A iniciativa da Câmara Municipal de São Paulo de abrir a CPI para investigar ONGs gerou uma reação que incluiu uma nota de repúdio da Arquidiocese de São Paulo e outra do presidente Lula. A instalação da comissão foi uma iniciativa do vereador Rubinho Nunes (União), que sustenta existir uma “máfia da miséria” — entidades que, segundo ele, retroalimentam a pobreza e o uso de drogas no centro da capital paulista. O alvo principal da apuração seria o padre Júlio Lancelotti.
O religioso, conhecido pelo trabalho de assistência social junto às comunidades carentes, também já esteve na mira do regime militar. Documentos sigilosos do extinto Serviço Nacional de Informações (SNI) mostram que, na década de 80, Lancellotti foi monitorado por suas ações nas favelas e periferias de São Paulo.
Monitoramento do trabalho de Lancelloti começou em 1982
Naquele período, o SNI produzia relatórios sobre o envolvimento do clero católico na política partidária. Os militares se preocupavam com a impulsão que os trabalhos da igreja na periferia davam a partidos políticos que faziam oposição à ditadura.
Os agentes citam publicações distribuídas por membros do clero que orientavam os eleitores a votarem em candidatos de partidos de oposição, particularmente aqueles ligados ao PT e ao PMDB, atual MDB. Um capítulo especial foi reservado para descrever a chamada “linha progressista do clero”, com destaque para as “manifestações no campo político, econômico ou social contrárias à política governamental”. O padre Lancellotti é um dos personagens deste relatório, em um capítulo que descreve a Semana Ecumênica do Menor, na qual se discutiram ações para atendimento de populações de favelas.

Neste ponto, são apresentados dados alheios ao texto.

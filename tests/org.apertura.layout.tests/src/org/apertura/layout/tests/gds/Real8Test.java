/*
 * Copyright (c) 2026 Apertura contributors.
 * SPDX-License-Identifier: EPL-2.0
 */
package org.apertura.layout.tests.gds;

import static org.junit.jupiter.api.Assertions.assertEquals;
import static org.junit.jupiter.api.Assertions.assertThrows;

import java.util.HexFormat;
import java.util.Random;

import org.apertura.layout.gds.Real8;
import org.junit.jupiter.params.ParameterizedTest;
import org.junit.jupiter.params.provider.CsvSource;
import org.junit.jupiter.api.Test;

/**
 * The 8-byte real of Calma, "GDS II Stream Format Manual", Release 6.0, February 1987: sign, 7-bit
 * excess-64 exponent of 16, 56-bit fraction. Worked values from docs/references.md section 4 (the
 * UNITS records of sky130_fd_sc_hd__inv_1.gds and the ASAP7 library, and the small constants).
 */
class Real8Test {

    private static long bits(String hex) {
        return HexFormat.fromHexDigitsToLong(hex.replace(" ", ""));
    }

    @ParameterizedTest(name = "{0} = {1}")
    @CsvSource({
            // references.md section 4, UNITS of sky130_fd_sc_hd__inv_1.gds
            "3E 41 89 37 4B C6 A7 F0, 0.001",
            "39 44 B8 2F A0 9B 5A 54, 1.0e-9",
            // references.md section 4, small constants
            "41 10 00 00 00 00 00 00, 1.0",
            "C1 10 00 00 00 00 00 00, -1.0",
            "41 A0 00 00 00 00 00 00, 10.0",
            "42 5A 00 00 00 00 00 00, 90.0",
            // references.md section 4, UNITS of asap7sc7p5t_28_R_220121a.gds
            "3E 10 62 4D D2 F1 A9 FC, 0.00025",
            "39 11 2E 0B E8 26 D6 95, 2.5e-10",
            // derived by hand from the manual's definition: 0.5 = 8/16 * 16^0, 2 = 2/16 * 16^1
            "40 80 00 00 00 00 00 00, 0.5",
            "41 20 00 00 00 00 00 00, 2.0",
            "42 B4 00 00 00 00 00 00, 180.0",
            "00 00 00 00 00 00 00 00, 0.0" })
    void decodesAndEncodesWorkedValues(String hex, double value) {
        assertEquals(value, Real8.decode(bits(hex)));
        assertEquals(bits(hex), Real8.encode(value));
    }

    @Test
    void decodesUnnormalisedMantissa() {
        // 0x41 08 ...: fraction 0x08/256 = 1/32 times 16 = 0.5 (leading hex digit 0, allowed when reading)
        assertEquals(0.5, Real8.decode(bits("41 08 00 00 00 00 00 00")));
    }

    @Test
    void everyDoubleSurvivesEncodeDecode() {
        Random random = new Random(42);
        for (int i = 0; i < 100_000; i++) {
            double v = Double.longBitsToDouble(random.nextLong());
            if (Double.isNaN(v) || Double.isInfinite(v) || Math.abs(v) >= 0x1p250 || Math.abs(v) < 0x1p-256) {
                continue;
            }
            assertEquals(v, Real8.decode(Real8.encode(v)), () -> "value " + v);
        }
    }

    @Test
    void rejectsWhatTheFormatCannotHold() {
        assertThrows(IllegalArgumentException.class, () -> Real8.encode(Double.NaN));
        assertThrows(IllegalArgumentException.class, () -> Real8.encode(Double.POSITIVE_INFINITY));
        assertThrows(IllegalArgumentException.class, () -> Real8.encode(1e300));
    }
}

Militares acreditavam que trabalho social do clero católico fortalecia a esquerda
O SNI classificava como “cinismo do clero católico progressista” a negativa sobre a ingerência de seus representantes em discutir temas relacionados com as eleições. Destacava também que o objetivo dos religiosos era “mudar o regime vigente”. Um dos documentos ressalta que os padres induziam “os eleitores a votar no PT ou nos candidatos populares do PMDB”.
Para o SNI, partidos como o extinto PDS eram caracterizados pelo clero como “força dos opressores, dos exploradores e dos poderosos”. Dizia ainda que “em vários encontros, reuniões e atos litúrgicos, panfletos apontam a necessidade do povo ‘se levantar e lutar para a libertação, derrubando as estruturas existentes’”.